В июле 1907 года Мария Ливеровская подает прошение ректору Петербургского университета профессору И. Боргману о поступлении в качестве вольнослушательницы на романо-германское отделение университета. Это был довольно дерзкий и не совсем обычный поступок, несмотря на то что формально, после событий 1905 года, женщинам разрешалось в исключительных случаях вступать в стены российских университетов. Но случалось это редко и разрешалось весьма неохотно. Однако прошение Марии Ливеровской было удовлетворено...
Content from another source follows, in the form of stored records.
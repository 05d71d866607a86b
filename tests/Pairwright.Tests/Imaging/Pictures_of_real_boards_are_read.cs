using Pairwright.Imaging;
using Xunit;

namespace Pairwright.Tests.Imaging;

public class Pictures_of_real_boards_are_read
{
    // Source: Debian's package opencv-doc, 13 left/right board captures of 640 × 480 px.
    [SkippableFact]
    public void A_folder_of_thirteen_board_captures_gives_thirteen_pairs_in_order()
    {
        var pairs = StereoPair.ReadFolder(OpenData.Boards);

        Assert.Equal(["01", "02", "03", "04", "05", "06", "07", "08", "09", "11", "12", "13", "14"], pairs.Select(pair => pair.Name));
        Assert.All(pairs, pair => Assert.Equal("640 × 480", pair.Left.Size.ToString()));
    }
}
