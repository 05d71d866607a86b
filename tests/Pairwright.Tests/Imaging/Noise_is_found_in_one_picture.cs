using Pairwright.Geometry;
using Pairwright.Imaging;
using Pairwright.Simulation;
using Pairwright.Tests.Matching;
using Xunit;

namespace Pairwright.Tests.Imaging;

public class Noise_is_found_in_one_picture
{
    // Right within 8 %, as it says; the mean over the quietest tenth of 300 blocks scatters by about 1 %.
    [Theory]
    [InlineData(1.0)]
    [InlineData(3.0)]
    [InlineData(8.0)]
    public void White_noise_on_a_slope_with_straight_edges(double sigma)
    {
        var noise = new NormalNumbers(5);
        var picture = TestPairs.Picture(
            320, 256, (u, v) => (int)Math.Round(1500 + 2 * u + 3 * v + (u > 150 ? 400 : 0) + sigma * noise.Next()), bits: 12);
        var rounded = Math.Sqrt(sigma * sigma + 1 / 12.0);
        Assert.InRange(PictureNoise.Of(picture).SigmaLevels, 0.9 * rounded, 1.1 * rounded);
    }

    [Fact]
    public void The_sensors_noise_where_a_part_of_the_scene_is_calm()
    {
        // A speckled ground with a plain box before it: EMVA 1288 tells the variance at the box's level.
        var rig = SimulatedRig.SideBySide(new(320, 240), 400, 60);
        var sensor = new Sensor(8, 5000, 12);
        var box = new SceneObject("box", new Box(260, 180, 40), Texture.Plain(0.5), new(Matrix3x3.Identity, new(0, 0, 900)));
        var scene = new Scene([.. Scene.SlantedPlane(1000).Objects, box]);
        var left = scene.Shoot(rig, 2, new() { Sensor = sensor }).Pair.Left;
        var level = Enumerable.Range(150, 20).Average(u => (double)left[u, 120]);
        var expected = Math.Sqrt(
            sensor.SystemGain * sensor.SystemGain * (sensor.DarkNoiseElectrons * sensor.DarkNoiseElectrons + (level - sensor.BlackLevel) / sensor.SystemGain) + 1 / 12.0);
        Assert.InRange(PictureNoise.Of(left).SigmaLevels, 0.88 * expected, 1.12 * expected);
    }

    [Fact]
    public void A_picture_without_noise_has_that_of_rounding() =>
        Assert.Equal(1 / Math.Sqrt(12), PictureNoise.Of(TestPairs.Picture(100, 80, (u, v) => 100)).SigmaLevels, 12);

    [Fact]
    public void A_small_picture_is_taken_whole_and_what_is_not_usable_left_out()
    {
        var noise = new NormalNumbers(3);
        var picture = TestPairs.Picture(60, 40, (u, v) => (int)Math.Round(900 + 5 * noise.Next()), bits: 12);
        Assert.InRange(PictureNoise.Of(picture).SigmaLevels, 4.3, 5.7);
        Assert.Equal(1 / Math.Sqrt(12), PictureNoise.Of(picture.WithUsable(Mask.From(picture.Size, (_, _) => false))).SigmaLevels, 12);
    }
}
Начало 1910-х годов. Это расцвет русской классической филологии и романо-германистки, в частности в Петербургском университете. Здесь царствовала и торжествовала научная школа и традиции профессора Алексея Веселовского и Владимира Ламанского, а самый тон задавали их ученики — профессора В.Ф. Шишмарев, Ф.А. Батюшков, И.М. Гревс, Д.К. Петров, Е.И. Аничков, С.Ф. Булич, А.К. Тиандер, С.А. Адрианов, Ф.Ф. Зелинский, А.А. Бодуэн де Куртенэ, Л.М. Щерба и др. Руководил всей этой когортой знаменитостей декан факультета, талантливейший романо-германист и обаятельный человек профессор Фёдор Александрович Браун. Как превосходный знаток европейских языков (включая испанский и португальский), прирожденный лингвист Мария Ливеровская довольно быстро достигла больших успехов в изучении редких и сложнейших образцов средневекового романо-германского эпоса. Это восхищало как педагогов, так и ее коллег и сокурсников. А это были молодые будущие профессора и превосходные юноши: Константин Мочульский, Алексей Гвоздев, Виктор Жирмунский, Гриша Гуковский, Сергей Балухатый, Тэдди Фьельструп, Сергей Боткин, Александр Смирнов, Борис Кржевский, два брата Шкловских — Владимир и Виктор, три брата Гиппиус — Александр, Василий и Владимир и др. Все они сразу стали и постоянными посетителями «журфиксов». Наталия Милиевна Аничкова, любимая ученица М.И. в гимназии Л.С. Таганцевой, много позже вспоминала: «...Царила полная непринуждённость и веселье. Пели, играли на рояле, танцевали, декламировали, играли в шарады. За ужином кто-нибудь, говорил спич, конечно, веселый. Однажды Жирмунский и Мочульский сказали речи по-латыни, и Мария Исидоровна им ответила тоже по-латыни. Алексей Васильевич, блистающий остроумием, всех по очереди поддевал, но на него никто не обижался — обаятельный человек, он был любим всеми».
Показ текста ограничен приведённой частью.